Edit for edit: Yep, market and radio, si.


----------



## stanleyopar2000 (Jan 15, 2011)

damn.....well i'm going to be stuck with it for 2 years with no backing out..so I better be happy with what my choice is


----------



## Son of Science (Jan 15, 2011)

http://www.amazon.com/Nokia-2660-Unlocked-...W/ref=pd_cp_e_3

You should get that.  300$ cheaper.


----------



## ChuckBartowski (Jan 15, 2011)

iPhone is significantly more underpowered. And dual booting is and always will be buggy. Android is way more open.

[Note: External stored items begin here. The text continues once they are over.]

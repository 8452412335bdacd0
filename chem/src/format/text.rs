//! From bytes to text: what is no text at all, and what is not in UTF-8.

use super::{Notice, ReadError, Reason};
use std::borrow::Cow;

/// The text of some bytes, without a byte order mark, and what had to be done for it.
///
/// Bytes that are no UTF-8 are taken for Latin-1, each for the character of its number: no byte is
/// lost, and the letters of western languages come out right. `line` is the number of the first line.
///
/// # Errors
/// If the bytes are UTF-16 or no text at all.
pub fn decode(bytes: &[u8], line: usize) -> Result<(Cow<'_, str>, Option<Notice>), ReadError> {
    if is_utf16(bytes) {
        return Err(ReadError::line(line, Reason::Utf16));
    }
    if has(bytes, 0) {
        return Err(ReadError::line(line, Reason::Binary));
    }
    let bytes = bytes.strip_prefix(b"\xEF\xBB\xBF").unwrap_or(bytes);
    match std::str::from_utf8(bytes) {
        Ok(text) => Ok((Cow::Borrowed(text), None)),
        Err(error) => {
            let before = bytes.get(..error.valid_up_to()).unwrap_or_default();
            let line = line + count_lines(before);
            let text: String = bytes.iter().map(|b| char::from(*b)).collect();
            let notice = Notice::new(
                line,
                "encoding",
                "the text is not UTF-8; it was read as Latin-1, and letters beyond ASCII may be wrong"
                    .to_owned(),
            );
            Ok((Cow::Owned(text), Some(notice)))
        }
    }
}

/// Whether the beginning of a file can be that of a molfile or SD file: a check that spares reading
/// all of a file that is neither.
///
/// # Errors
/// If it is empty, UTF-16, no text, or nothing in it looks like a molfile.
pub fn recognize(beginning: &[u8]) -> Result<(), ReadError> {
    let blank = |b: &u8| b.is_ascii_whitespace();
    if beginning.iter().all(blank) {
        return Err(ReadError::line(1, Reason::Empty));
    }
    if is_utf16(beginning) {
        return Err(ReadError::line(1, Reason::Utf16));
    }
    if beginning.contains(&0) {
        return Err(ReadError::line(1, Reason::Binary));
    }
    let signs: [&[u8]; 5] = [b"V2000", b"V3000", b"M  END", b"M END", b"$$$$"];
    let has_sign = beginning
        .split(|b| *b == b'\n' || *b == b'\r')
        .any(|line| line.len() < 500 && signs.iter().any(|sign| holds(line, sign)));
    let start = beginning.get(..2000).unwrap_or(beginning);
    if has_sign || super::molfile::has_counts_line(&String::from_utf8_lossy(start)) {
        Ok(())
    } else {
        Err(ReadError::line(1, Reason::NotMolfile))
    }
}

fn is_utf16(bytes: &[u8]) -> bool {
    bytes.starts_with(&[0xFF, 0xFE])
        || bytes.starts_with(&[0xFE, 0xFF])
        || matches!(bytes, [0, a, 0, b, ..] | [a, 0, b, 0, ..] if *a != 0 && *b != 0)
}

fn holds(line: &[u8], sign: &[u8]) -> bool {
    line.windows(sign.len()).any(|w| w == sign)
}

/// Whether a byte occurs in some bytes; many are looked at in one step.
fn has(bytes: &[u8], wanted: u8) -> bool {
    let in_chunk = |chunk: &[u8]| chunk.iter().fold(false, |any, b| any | (*b == wanted));
    bytes.chunks(128).any(in_chunk)
}

/// Line ends in some bytes: LF, CR LF, CR.
pub(super) fn count_lines(bytes: &[u8]) -> usize {
    if !has(bytes, b'\r') {
        // sums that fit a byte, so that sixteen bytes and more are looked at in one step
        let in_chunk = |chunk: &[u8]| chunk.iter().fold(0u8, |n, b| n + u8::from(*b == b'\n'));
        return bytes.chunks(192).map(|c| usize::from(in_chunk(c))).sum();
    }
    let mut after_cr = false;
    let mut count = 0;
    for b in bytes {
        match b {
            b'\r' => count += 1,
            b'\n' if !after_cr => count += 1,
            _ => {}
        }
        after_cr = *b == b'\r';
    }
    count
}

#[cfg(test)]
mod tests {
    use super::*;

    #[test]
    fn byte_order_marks_and_other_codes() {
        assert_eq!(decode(b"\xEF\xBB\xBFabc", 1).unwrap().0, "abc");
        let reason = |bytes: &[u8]| decode(bytes, 1).err().map(|e| e.reason);
        assert_eq!(reason(b"\xFF\xFEa\0"), Some(Reason::Utf16));
        assert_eq!(reason(b"a\0b\0"), Some(Reason::Utf16));
        assert_eq!(reason(b"PK\x03\x04\0\0"), Some(Reason::Binary));
        let (text, notice) = decode(b"x\r\nMen\xFC\n", 5).unwrap();
        assert_eq!(text, "x\r\nMen\u{fc}\n");
        assert_eq!(notice.map(|n| (n.line, n.code)), Some((6, "encoding")));
    }

    #[test]
    fn a_beginning_tells_what_a_file_is() {
        let reason = |bytes: &[u8]| recognize(bytes).err().map(|e| e.reason);
        assert_eq!(reason(b""), Some(Reason::Empty));
        assert_eq!(reason(b" \n\r\n "), Some(Reason::Empty));
        assert_eq!(
            reason(b"once upon a time\nthere\n"),
            Some(Reason::NotMolfile)
        );
        assert_eq!(reason(&[b'x'; 4000]), Some(Reason::NotMolfile));
        assert_eq!(reason(b"a\nb\n\nbroken\n$$$$\n"), None);
        assert_eq!(
            reason(b"\n\n\n  1  0\n    0.0000    0.0000    0.0000 C\n"),
            None
        );
    }

    #[test]
    fn line_ends_are_counted_once() {
        assert_eq!(count_lines(b"a\r\nb\rc\n\n"), 4);
        assert_eq!(count_lines(b"a"), 0);
    }
}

If your really adamant on getting an iPhone however, wait till june. New iphone will be announced then anyway.


----------



## ThePowerOutage (Jan 15, 2011)

The Droid.
Rooting (most of the time) happens quicker and faster than jailbreaking. (No untethered JB until 4.3)
Plus the spec sheet says it all.
And custom ROMs (though you might want to wait before using them) are epic.
Plus if you have a iTouch then iPhone is pretty much the same, with Android you can do other stuff.
Also, there is probably a app similar to tunein radio hat can record for android.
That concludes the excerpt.